> WORK INSTRUCTIONS
Let the line containing "float, unit: str" serve as the first line of the answer and the final line of the entries as its last, with every line between copied exactly.

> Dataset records
-.-.-

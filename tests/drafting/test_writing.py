"""All files of a draft are written, or none."""

from __future__ import annotations

from pathlib import Path
from typing import TYPE_CHECKING

import pytest

from bandcairn.drafting import draft_study, write_draft
from bandcairn.errors import StudyError

if TYPE_CHECKING:
    from collections.abc import Callable


@pytest.fixture
def folder(tmp_path: Path, put_edf: Callable[..., None]) -> Path:
    """Return a folder with one recording."""
    put_edf(tmp_path / "p1.edf", {"Fz": 256})
    return tmp_path


def _names(folder: Path) -> set[str]:
    return {path.name for path in folder.iterdir()}


@pytest.mark.parametrize("name", ["study.yaml", "recordings.csv", "segments.csv"])
def test_another_study_is_never_overwritten(folder: Path, name: str) -> None:
    """The file in the way is named, and nothing is written beside it."""
    (folder / name).write_text("mine", "utf-8")
    with pytest.raises(StudyError, match=name):
        write_draft(folder, draft_study(folder))
    assert _names(folder) == {"p1.edf", name}
    assert (folder / name).read_text("utf-8") == "mine"


def test_a_failure_leaves_nothing_behind(folder: Path, monkeypatch: pytest.MonkeyPatch) -> None:
    """Also where the first file is in its place already."""
    draft = draft_study(folder)
    replace = Path.replace

    def fail_at_the_last(self: Path, target: Path) -> Path:
        if target.name == "study.yaml":
            raise OSError(28, "No space left on device")
        return replace(self, target)

    monkeypatch.setattr(Path, "replace", fail_at_the_last)
    with pytest.raises(OSError, match="No space"):
        write_draft(folder, draft)
    assert _names(folder) == {"p1.edf"}


def test_the_draft_of_a_folder_depends_on_the_folder_alone(folder: Path) -> None:
    """Twice the same text."""
    assert draft_study(folder).files == draft_study(folder).files
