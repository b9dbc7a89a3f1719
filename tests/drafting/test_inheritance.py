"""Which describing files apply to a recording of a BIDS dataset."""

from __future__ import annotations

import json
from typing import TYPE_CHECKING

import pytest

from bandcairn.drafting.inheritance import BidsName, Sidecars

if TYPE_CHECKING:
    from collections.abc import Callable
    from pathlib import Path


@pytest.fixture
def recording(tmp_path: Path) -> Path:
    """Return the path of a recording two folders below the root; the file itself is not needed."""
    folder = tmp_path / "sub-01" / "ses-2" / "eeg"
    folder.mkdir(parents=True)
    return folder / "sub-01_ses-2_task-rest_eeg.edf"


def _put(path: Path, **content: object) -> None:
    path.write_text(json.dumps(content), "utf-8")


def test_a_name_is_taken_apart() -> None:
    """Entities, suffix and extension."""
    name = BidsName.of("sub-01_task-rest_eeg.EDF")
    assert (dict(name.entities), name.suffix, name.extension) == (
        {"sub": "01", "task": "rest"},
        "eeg",
        ".edf",
    )


def test_lower_folders_and_more_entities_win(tmp_path: Path, recording: Path) -> None:
    """The root speaks first, then each folder below; within one the name of more entities speaks last."""
    _put(tmp_path / "eeg.json", a="root", b="root", c="root", d="root")
    _put(tmp_path / "task-rest_eeg.json", b="task", c="task", d="task")
    _put(tmp_path / "sub-01" / "sub-01_eeg.json", c="subject", d="subject")
    _put(recording.with_suffix(".json"), d="own")
    merged = Sidecars(tmp_path).merged(recording, "eeg")
    assert merged == {"a": "root", "b": "task", "c": "subject", "d": "own"}


def test_what_describes_others_does_not_apply(tmp_path: Path, recording: Path) -> None:
    """Another task, another person, another suffix, or a folder aside."""
    _put(tmp_path / "task-watch_eeg.json", a=1)
    _put(tmp_path / "sub-02_eeg.json", a=2)
    _put(tmp_path / "emg.json", a=3)
    (tmp_path / "sub-02").mkdir()
    _put(tmp_path / "sub-02" / "eeg.json", a=4)
    assert Sidecars(tmp_path).merged(recording, "eeg") == {}


def test_of_tables_the_nearest_counts_alone(
    tmp_path: Path, recording: Path, put_table: Callable[..., None]
) -> None:
    """Rows are never mixed; n/a is blank, and a short row too."""
    put_table(tmp_path / "channels.tsv", ("name", "type"), ("Fz", "EEG"), ("Cz", "EEG"))
    own = recording.with_name("sub-01_ses-2_task-rest_channels.tsv")
    put_table(own, ("name", "type", "units"), ("Fz", "n/a"))
    assert Sidecars(tmp_path).nearest(recording, "channels") == [{"name": "Fz", "type": "", "units": ""}]
    assert Sidecars(tmp_path).nearest(recording, "events") is None


def test_a_file_that_cannot_be_read_is_told(tmp_path: Path, recording: Path) -> None:
    """Broken JSON takes nothing over and is named once."""
    (tmp_path / "eeg.json").write_text("{", "utf-8")
    sidecars = Sidecars(tmp_path)
    assert sidecars.merged(recording, "eeg") == {} == sidecars.merged(recording, "eeg")
    assert len(sidecars.problems) == 1
    assert sidecars.problems[0].startswith("eeg.json cannot be read")
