"""Frozen outputs: a step whose numbers change gets a new version, or every store keeps the old numbers unnoticed.

Each step computes nodes from inputs of its own, never from the output of the step before it, so that a change is told
where it was made. The numbers stand in ``frozen_outputs.json`` beside the version that gave them. They say nothing of
being right: that is for the reference checks.

After a version has been raised in ``nodes/catalogue.py``: ``python tests/steps/test_frozen_outputs.py`` freezes the
numbers of that step anew, and leaves all others alone.
"""

from __future__ import annotations

import hashlib
import json
import math
from fractions import Fraction
from pathlib import Path
from typing import TYPE_CHECKING, Any, cast

import numpy as np
import pytest

from bandcairn.execution.compute import compute
from bandcairn.execution.frames import epochs_to_frame, signal_to_frame, spectra_to_frame
from bandcairn.execution.quality_nodes import verdict_node
from bandcairn.nodes.catalogue import STEPS, VERSIONS
from bandcairn.nodes.key import canonical_json
from bandcairn.nodes.node import make_node
from bandcairn.signal import Run, Signal
from bandcairn.steps.epoch import Epochs
from bandcairn.store.frame import Frame

if TYPE_CHECKING:
    from collections.abc import Iterator, Mapping, Sequence

    from numpy.typing import NDArray

    from bandcairn.execution.project import Project

FROZEN = Path(__file__).with_name("frozen_outputs.json")
# They compute no number: samples are read as they stand, rows are gathered.
WITHOUT_NUMBERS = {"load", "table"}
# Between processors the last bits differ; nothing that a step means does.
RTOL = 1e-9
# A column with no more values than this is frozen value by value.
MOST_VALUES = 30


def signal_of(rows: NDArray[np.float64], rate_hz: int, *, gap: bool = False) -> Signal:
    """Return a signal of channels A, B, …, in one run or in two with a second between them."""
    n = rows.shape[1]
    half = n // 2
    runs: tuple[Run, ...] = (Run(0, n, Fraction(0)),)
    if gap:
        runs = (Run(0, half, Fraction(0)), Run(half, n, Fraction(half, rate_hz) + 1))
    return Signal(rows.copy(), Fraction(rate_hz), tuple("ABCD"[: len(rows)]), runs)
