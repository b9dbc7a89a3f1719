"""What file names say of people and conditions."""

from __future__ import annotations

from pathlib import PurePosixPath

from bandcairn.drafting.filenames import guess_design


def _paths(*names: str) -> list[PurePosixPath]:
    return [PurePosixPath(name) for name in names]


def test_numbers_with_letters_are_people_and_the_rest_is_a_condition() -> None:
    """`W01_day` is person W01 by day; both are marked as guesses."""
    guess = guess_design(_paths("W01_day.edf", "W01_night.edf", "W02_day.edf", "W02_night.edf"))
    assert guess.participants == ("W01", "W01", "W02", "W02")
    assert [dict(row) for row in guess.values] == [{"condition": level} for level in ("day", "night") * 2]
    assert guess.participants_choice.guessed
    assert guess.columns["condition"].guessed


def test_parts_without_a_separator_are_told_apart() -> None:
    """Letters after a number begin a new part."""
    guess = guess_design(_paths("p1pre.edf", "p1post.edf", "p2pre.edf", "p2post.edf"))
    assert guess.participants == ("p1", "p1", "p2", "p2")
    assert [row["condition"] for row in guess.values] == ["pre", "post", "pre", "post"]


def test_a_level_that_belongs_to_a_person_is_a_group() -> None:
    """Folders are parts of the name; one level a person makes a group."""
    guess = guess_design(
        _paths("raw/crew/p1.edf", "raw/crew/p2.edf", "raw/office/p3.edf", "raw/office/p4.edf")
    )
    assert [row["group"] for row in guess.values] == ["crew", "crew", "office", "office"]


def test_session_words_name_their_column() -> None:
    """`ses-1` after `sub-1` is a session, not a person."""
    guess = guess_design(_paths("sub-1_ses-1.edf", "sub-1_ses-2.edf", "sub-2_ses-1.edf", "sub-2_ses-2.edf"))
    assert guess.participants == ("1", "1", "2", "2")
    assert list(guess.columns) == ["session"]


def test_dates_become_no_column() -> None:
    """A date of recording is no design, and tells who someone is."""
    guess = guess_design(_paths("p1_20240105.edf", "p2_20240209.edf"))
    assert guess.participants == ("p1", "p2")
    assert not guess.columns


def test_a_file_named_differently_is_left_blank() -> None:
    """Where one name does not fit, its cells are blank, and the column is to be filled in."""
    guess = guess_design(_paths("p1_day.edf", "p1_night.edf", "p2_day.edf", "old recording of spring.edf"))
    assert guess.participants == ("p1", "p1", "p2", "")
    assert guess.participants_choice.value is None
    assert guess.values[-1] == {"condition": ""}


def test_names_that_tell_no_person_stay_blank() -> None:
    """Nobody is invented."""
    guess = guess_design(_paths("rest_left.edf", "rest_right.edf", "task_left.edf", "task_right.edf"))
    assert set(guess.participants) == {""}
    assert guess.participants_choice.value is None


def test_a_folder_for_each_person_is_no_group() -> None:
    """A name that stands in folder and file is one name."""
    guess = guess_design(_paths("p1/p1_day.edf", "p1/p1_night.edf", "p2/p2_day.edf", "p2/p2_night.edf"))
    assert guess.participants == ("p1", "p1", "p2", "p2")
    assert list(guess.columns) == ["condition"]
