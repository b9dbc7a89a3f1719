"""What the samples of the first files tell."""

from __future__ import annotations

from typing import TYPE_CHECKING

import pytest

from bandcairn.drafting.draft import draft_study
from bandcairn.recordings.export import write_delimited

if TYPE_CHECKING:
    from collections.abc import Callable
    from pathlib import Path

    import numpy as np
    from numpy.typing import NDArray


@pytest.mark.parametrize("mains_hz", [50, 60])
def test_hum_tells_the_mains(tmp_path: Path, put_edf: Callable[..., None], mains_hz: int) -> None:
    """A line that stands 6 dB out at one frequency alone is a guess, and marked as one."""
    put_edf(tmp_path / "p1.edf", {"Fz": 256, "Cz": 256}, hum_hz=mains_hz, hum=8.0)
    draft = draft_study(tmp_path)
    assert draft.mains_hz == mains_hz
    assert any("hum" in mark.text for mark in draft.guesses)


def test_without_hum_the_mains_stay_blank(tmp_path: Path, put_edf: Callable[..., None]) -> None:
    """Noise alone decides nothing: a person must fill it in."""
    put_edf(tmp_path / "p1.edf", {"Fz": 256, "Cz": 256})
    draft = draft_study(tmp_path)
    assert draft.mains_hz is None
    assert any(mark.text.startswith("mains_hz:") for mark in draft.blanks)


def test_files_too_slow_leave_the_mains_blank(tmp_path: Path, put_edf: Callable[..., None]) -> None:
    """Below 140 Hz nothing can be seen around 60 Hz."""
    put_edf(tmp_path / "p1.edf", {"Fz": 100})
    assert draft_study(tmp_path).mains_hz is None


@pytest.mark.parametrize(("factor", "unit"), [(1.0, "uV"), (1e-3, "mV"), (1e-6, "V")])
def test_the_spread_of_numbers_tells_the_unit(
    tmp_path: Path, noise: Callable[..., NDArray[np.float64]], factor: float, unit: str
) -> None:
    """20 uV of EEG is 0.02 in mV: a guess, and marked as one."""
    samples = [noise(250, seed=seed) * factor for seed in (1, 2)]
    write_delimited(tmp_path / "p1.csv", ["Fz", "Cz"], samples, decimals=9)
    draft = draft_study(tmp_path)
    assert any(f"unit: {unit} " in mark.text for mark in draft.guesses)


def test_numbers_of_no_usual_size_leave_the_unit_blank(
    tmp_path: Path, noise: Callable[..., NDArray[np.float64]]
) -> None:
    """A scale that fits nothing is not guessed."""
    write_delimited(tmp_path / "p1.csv", ["Fz"], [noise(250, spread=0.8)], decimals=6)
    assert any(mark.text.startswith("unit:") for mark in draft_study(tmp_path).blanks)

-.-.-

> RESULT OF THE TASK
    tmp_path: Path, noise: Callable[..., NDArray[np.float64]], factor: float, unit: str
) -> None:
    """20 uV of EEG is 0.02 in mV: a guess, and marked as one."""
    samples = [noise(250, seed=seed) * factor for seed in (1, 2)]
    write_delimited(tmp_path / "p1.csv", ["Fz", "Cz"], samples, decimals=9)
    draft = draft_study(tmp_path)
    assert any(f"unit: {unit} " in mark.text for mark in draft.guesses)


def test_numbers_of_no_usual_size_leave_the_unit_blank(
    tmp_path: Path, noise: Callable[..., NDArray[np.float64]]
) -> None:
    """A scale that fits nothing is not guessed."""
    write_delimited(tmp_path / "p1.csv", ["Fz"], [noise(250, spread=0.8)], decimals=6)
    assert any(mark.text.startswith("unit:") for mark in draft_study(tmp_path).blanks)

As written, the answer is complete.